# Vectorworks to AutoCAD conversion.



## Van

I'm putting this in General simply because this might be helpful to anyone, not just Scenic Folks. 
I have a designer who works exclusively in Vectorworks. I work exclusively in AutoCAD. Last year we had some issues getting drawing in a useable format and this year it looks like we are having even more issuses. So I figured I'd throw this out there for advice and input. He sent me a pdf of what the drawings are supposed to look like. There should be 5 tabs each a different 'drawing' VW exports eveything to a 'model' sheet, than assembles different drawing tabs by pulling info from each area of the 'Model' < at least that's what it seemed to be doing last year.> When I decompress the drawing he has exported I have the 'Model' tab and a have one named tab but that's it. all the other 'pages' are missing. The info for the other pages is on the 'Model' tab but the tabs are not. Any VectorWorks Gurus out there know whats happening to the other tabs ? He can't seem to figure out where the issue is and since I don't have all his drawings I definately can't fix it on my end. And just to quash it before it starts, " No I will not be going out and purchasing a copy of Vectorworks and trying to learn it" I have enough time invested in Autocad already and I'm old and cranky and don't want to learn another program. Thanks.


----------



## chausman

Vectorworks can export into .dwg. Have you tried that? AutoCAD can then open .dwg files.


----------



## Van

Yes I'm receiving a DWG from him. The issue is that he has 5 seperate 'pages' of drawings. When he exports only one drawing, the first, exports. Let me see if I can attach a screen cap of the issue.

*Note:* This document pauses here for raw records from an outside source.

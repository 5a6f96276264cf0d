/**
 * Johnson SU maximum likelihood by Newton: the analytic score and Hessian against central differences of the
 * log-likelihood (which is itself checked against jStat's normal density in families.test.ts), and the fit against
 * the profile Nelder–Mead route it replaced: fmin's Nelder–Mead (fmin 0.0.4) on all four parameters finds no better
 * point. Data: seeded SU draws (invented parameters) and seeded draws of the generalized normal law (a shifted
 * lognormal, whose SU fit sits at the lognormal limit).
 */
import { fitJohnsonSu, johnsonSuDerivatives, johnsonSuLogLikelihood } from "../../../src/core/compare/johnsonSu";
import { sample } from "../../../src/core/gno";
import { normalQuantile } from "../../../src/core/normal";
import { nelderMead } from "../../refs/fmin";

function suDraws(n: number, seed: number): number[] {
  let s = seed;
  const u = () => ((s = (s * 1103515245 + 12345) % 2147483648) + 0.5) / 2147483648;
  const t = { location: 0.001, scale: 0.01, gamma: 0.5, delta: 1.5 };
  return Array.from({ length: n }, () => t.location + t.scale * Math.sinh((normalQuantile(u()) - t.gamma) / t.delta));
}

describe("Johnson SU Newton", () => {
  test("score and Hessian agree with central differences (1e-6 relative, step 1e-6·scale / 1e-5)", () => {
    const data = suDraws(2000, 12345);
    const th = [0.0012, Math.log(0.011), 0.4, Math.log(1.4)];
    const f = (v: number[]) => johnsonSuLogLikelihood(data, { location: v[0], scale: Math.exp(v[1]), gamma: v[2], delta: Math.exp(v[3]) });
    const d = johnsonSuDerivatives(data, th[0], th[1], th[2], th[3])!;
    expect(Math.abs(d.value - f(th))).toBeLessThanOrEqual(1e-10 * Math.abs(f(th)));
    const h = [1e-8, 1e-5, 1e-5, 1e-5];
    for (let i = 0; i < 4; i++) {
      const p = th.slice();
      const m = th.slice();
      p[i] += h[i];
      m[i] -= h[i];
      const fd = (f(p) - f(m)) / (2 * h[i]);
      const scaleG = Math.max(...Array.from(d.gradient, Math.abs));
      if (!(Math.abs(d.gradient[i] - fd) <= 1e-6 * scaleG)) throw new Error(`score ${i}: got ${d.gradient[i]}, want ${fd}`);
      const dp = johnsonSuDerivatives(data, p[0], p[1], p[2], p[3])!;
      const dm = johnsonSuDerivatives(data, m[0], m[1], m[2], m[3])!;
      for (let j = 0; j < 4; j++) {
        const want = (dp.gradient[j] - dm.gradient[j]) / (2 * h[i]);
        const got = d.hessian[i * 4 + j];
        if (!(Math.abs(got - want) <= 1e-6 * Math.max(1, Math.abs(want)))) throw new Error(`Hessian ${i},${j}: got ${got}, want ${want}`);
      }
    }
  });

  test.each([
    ["SU draws (interior maximum)", suDraws(3000, 777)],
    ["generalized normal draws (lognormal limit)", Array.from(sample({ location: 0.0004, scale: 0.011, shape: -0.12 }, 1500, 2024))],
  ])("%s: fmin on all four parameters from the fit finds no better point", (_, data) => {
    const fit = fitJohnsonSu(data);
    const p = fit.params;
    const r = nelderMead(
      (v: number[]) => -johnsonSuLogLikelihood(data, { location: v[0], scale: Math.exp(v[1]), gamma: v[2], delta: Math.exp(v[3]) }),
      [p.location, Math.log(p.scale), p.gamma, Math.log(p.delta)],
    );
    if (!(fit.logLikelihood >= -r.fx - 1e-7)) throw new Error(`fit ${fit.logLikelihood}, Nelder–Mead ${-r.fx}`);
    expect(fit.converged).toBe(true);
  });
});
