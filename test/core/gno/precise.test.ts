/**
 * Normal kernels and GNO against the 50-digit decimal.js references in test/fixtures/precise/*.json
 * (produced by test/fixtures/precise/runner.ts from the textbook definitions, exact double inputs).
 * Tolerances are per regime, written as multiples of ε = 2⁻⁵², and sit well inside the issue's contract
 * (1e-12 relative in the body, 1e-9 for tail probabilities/densities down to 1e-300, incl. |k| → 0).
 * In the far tails the tolerance grows with y² because Φ(y) amplifies the unavoidable rounding of y by |y|·|y|.
 */
import { readFileSync } from "fs";
import { join } from "path";
import * as G from "../../../src/core/gno";
import * as N from "../../../src/core/normal";
import { describeParams, expectRel } from "./helpers";

type Row = Record<string, string | number>;
interface Fixture {
  normal?: Row[];
  normalLogCdf?: Row[];
  normalQuantile?: Row[];
  erf?: Row[];
  gnoPoints?: Row[];
  gnoQuantiles?: Row[];
  gnoMoments?: Row[];
}
const EPS = 2 ** -52;
const load = (name: string): Fixture =>
  JSON.parse(readFileSync(join(__dirname, "../../fixtures/precise", `${name}.json`), "utf8")) as Fixture;
const params = (r: Row): G.GnoParams => ({ location: r.xi as number, scale: r.alpha as number, shape: r.k as number });

/** Tolerances (multiples of ε) by regime; `tailPerY2` adds that many ε per unit of y². */
interface Tol {
  normal: number;
  gno: number;
  tailPerY2: number;
  logs: number;
  quantile: number;
  moments: number;
}
const REGIMES: Record<string, Tol> = {
  body: { normal: 4, gno: 32, tailPerY2: 0, logs: 256, quantile: 16, moments: 8 },
  deep_tail: { normal: 4, gno: 32, tailPerY2: 2, logs: 1024, quantile: 128, moments: 8 },
  shape_near_zero: { normal: 4, gno: 32, tailPerY2: 2, logs: 128, quantile: 16, moments: 8 },
  near_edge: { normal: 4, gno: 32, tailPerY2: 2, logs: 1024, quantile: 16, moments: 8 },
};

describe.each(Object.keys(REGIMES))("50-digit references, regime %s", (regime) => {
  const fx = load(regime);
  const tol = REGIMES[regime];

  test("normal Φ, 1 − Φ, φ, ln Φ", () => {
    for (const r of fx.normal ?? []) {
      const x = r.x as number;
      expectRel(`Φ(${x})`, N.normalCdf(x), Number(r.cdf), tol.normal * EPS);
      expectRel(`1 − Φ(${-x})`, N.normalSf(-x), Number(r.cdf), tol.normal * EPS);
      expectRel(`φ(${x})`, N.normalPdf(x), Number(r.pdf), tol.normal * EPS);
      expectRel(`ln Φ(${x})`, N.logNormalCdf(x), Number(r.logCdf), tol.normal * EPS);
    }
    for (const r of fx.normalLogCdf ?? []) {
      expectRel(`ln Φ(${r.x})`, N.logNormalCdf(r.x as number), Number(r.logCdf), tol.normal * EPS);
    }
  });

  test("normal Φ⁻¹ and Φ⁻¹(1 − q)", () => {
    for (const r of fx.normalQuantile ?? []) {
      const p = r.p as number;
      expectRel(`Φ⁻¹(${p})`, N.normalQuantile(p), Number(r.z), tol.normal * EPS);
      expectRel(`Φ⁻¹(1 − ${p})`, N.normalQuantileUpper(p), -Number(r.z), tol.normal * EPS);
    }
  });

  test("erf and erfc", () => {
    for (const r of fx.erf ?? []) {
      expectRel(`erf(${r.x})`, N.erf(r.x as number), Number(r.erf), tol.normal * EPS);
      expectRel(`erfc(${r.x})`, N.erfc(r.x as number), Number(r.erfc), tol.normal * EPS);
    }
  });

  test("GNO reduced variate, cdf, sf, pdf, and their logs", () => {
    const points = fx.gnoPoints ?? [];
    if (regime !== "body" || points.length > 0) expect(points.length).toBeGreaterThan(10);
    for (const r of points) {
      const p = params(r);
      const x = r.x as number;
      const y = Number(r.y);
      const at = `x=${x} ${describeParams(p)}`;
      const t = (tol.gno + tol.tailPerY2 * y * y) * EPS;
      expectRel(`y ${at}`, G.reducedVariate(x, p), y, tol.gno * EPS);
      expectRel(`cdf ${at}`, G.cdf(x, p), Number(r.cdf), t);
      expectRel(`sf ${at}`, G.sf(x, p), Number(r.sf), t);
      expectRel(`pdf ${at}`, G.pdf(x, p), Number(r.pdf), t);
      expectRel(`logPdf ${at}`, G.logPdf(x, p), Number(r.logPdf), tol.logs * EPS);
      expectRel(`logCdf ${at}`, G.logCdf(x, p), Number(r.logCdf), tol.logs * EPS);
      expectRel(`logSf ${at}`, G.logSf(x, p), Number(r.logSf), tol.logs * EPS);
      expect(G.inSupport(x, p)).toBe(true);
    }
  });

  test("GNO quantile and quantile at 1 − q", () => {
    for (const r of fx.gnoQuantiles ?? []) {
      const p = params(r);
      if (r.p !== undefined) {
        expectRel(`quantile(${r.p}) ${describeParams(p)}`, G.quantile(r.p as number, p), Number(r.x), tol.quantile * EPS);
      } else {
        expectRel(`quantileUpper(${r.q}) ${describeParams(p)}`, G.quantileUpper(r.q as number, p), Number(r.x), tol.quantile * EPS);
      }
    }
  });

  test("GNO moments, λ1 and λ2", () => {
    for (const r of fx.gnoMoments ?? []) {
      const p = params(r);
      const m = G.moments(p);
      const l = G.lMoments(p);
      const at = describeParams(p);
      const t = tol.moments * EPS;
      expectRel(`mean ${at}`, m.mean, Number(r.mean), t);
      expectRel(`sd ${at}`, m.sd, Number(r.sd), t);
      expectRel(`skewness ${at}`, m.skewness, Number(r.skewness), t);
      expectRel(`excess kurtosis ${at}`, m.excessKurtosis, Number(r.excessKurtosis), t);
      expectRel(`λ1 ${at}`, l.l1, Number(r.mean), t);
      expectRel(`λ2 ${at}`, l.l2, Number(r.l2), t);
    }
  });
});
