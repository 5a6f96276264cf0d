/**
 * Gamma-type helpers against jstat (accurate for gamma/beta, DEVELOPERS.md) and exact identities.
 */
import { jStat } from "../../refs/jstat";
import { lnGamma, regularizedBeta } from "../../../src/core/special";

function expectRel(label: string, got: number, want: number, rel: number): void {
  const diff = Math.abs(got - want);
  if (!(diff <= rel * Math.max(1, Math.abs(want)))) {
    throw new Error(`${label}: got ${got}, want ${want}, |diff| ${diff} > tol ${rel}·max(1,|want|)`);
  }
}

describe("lnGamma", () => {
  test("exact values: ln Γ(n) = ln (n−1)!, ln Γ(1/2) = ln √π, reflection at −1/2", () => {
    let f = 1;
    for (let n = 1; n <= 25; n++) {
      expectRel(`lnGamma(${n})`, lnGamma(n), Math.log(f), 2e-15);
      f *= n;
    }
    expectRel("lnGamma(0.5)", lnGamma(0.5), 0.5 * Math.log(Math.PI), 2e-15);
    // Γ(−1/2) = −2√π.
    expectRel("lnGamma(-0.5)", lnGamma(-0.5), Math.log(2 * Math.sqrt(Math.PI)), 2e-15);
  });
  test("agrees with jStat.gammaln on (0.01, 500)", () => {
    for (let x = 0.01; x < 500; x *= 1.37) expectRel(`lnGamma(${x})`, lnGamma(x), jStat.gammaln(x), 1e-9);
  });
  test("poles and NaN", () => {
    expect(lnGamma(0)).toBe(Infinity);
    expect(lnGamma(-3)).toBe(Infinity);
    expect(lnGamma(NaN)).toBeNaN();
  });
});

describe("regularizedBeta", () => {
  test("agrees with jStat.ibeta over a grid (jstat itself is 1.8e-8 off at I_0.5(½,½) = ½ exactly, hence 5e-8; closed forms below carry the precision)", () => {
    for (const a of [0.5, 1, 2.5, 10, 60]) {
      for (const b of [0.5, 1, 3, 25]) {
        for (const x of [0.001, 0.1, 0.37, 0.5, 0.8, 0.999]) {
          expectRel(`I_${x}(${a},${b})`, regularizedBeta(x, a, b), jStat.ibeta(x, a, b), 5e-8);
        }
      }
    }
  });
  test("closed forms: I_x(1,1) = x, I_x(a,1) = x^a, I_x(1/2,1/2) = (2/π) asin √x", () => {
    for (const x of [0.001, 0.1, 0.5, 0.93]) {
      expectRel(`I_${x}(1/2,1/2)`, regularizedBeta(x, 0.5, 0.5), (2 / Math.PI) * Math.asin(Math.sqrt(x)), 1e-14);
    }
    expectRel("I(1,1)", regularizedBeta(0.3, 1, 1), 0.3, 1e-15);
    expectRel("I(2.5,1)", regularizedBeta(0.3, 2.5, 1), Math.pow(0.3, 2.5), 1e-14);
  });
  test("edges and domain", () => {
    expect(regularizedBeta(0, 2, 3)).toBe(0);
    expect(regularizedBeta(1, 2, 3)).toBe(1);
    expect(regularizedBeta(0.5, 0, 3)).toBeNaN();
    expect(regularizedBeta(1.5, 1, 3)).toBeNaN();
  });
});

https://picasaweb.google.com/vjmagi...&authkey=Gv1sRgCOTl-YKcn-zTaw&feat=directlink


Well, see if that works.


----------



## museav

chausman said:


> Vectorworks can export into .dwg. Have you tried that? AutoCAD can then open .dwg files.


It can and I am sure it is better than it used to be but the time spent related to importing and exporting the AutoCAD drawings our clients worked with is what led one of my past employers to switch the entire design staff from Macs and VectorWorks to PCs and AutoCAD. Frankly, the whole layers/classes conversion, how arc and curves translated, how the translation dealt with hatching, etc. was beyond me but always seemed to result in someone having to spend some time verifying and usually some time cleaning up the results, to the point that we literally justified the hardware and software cost to change within one year.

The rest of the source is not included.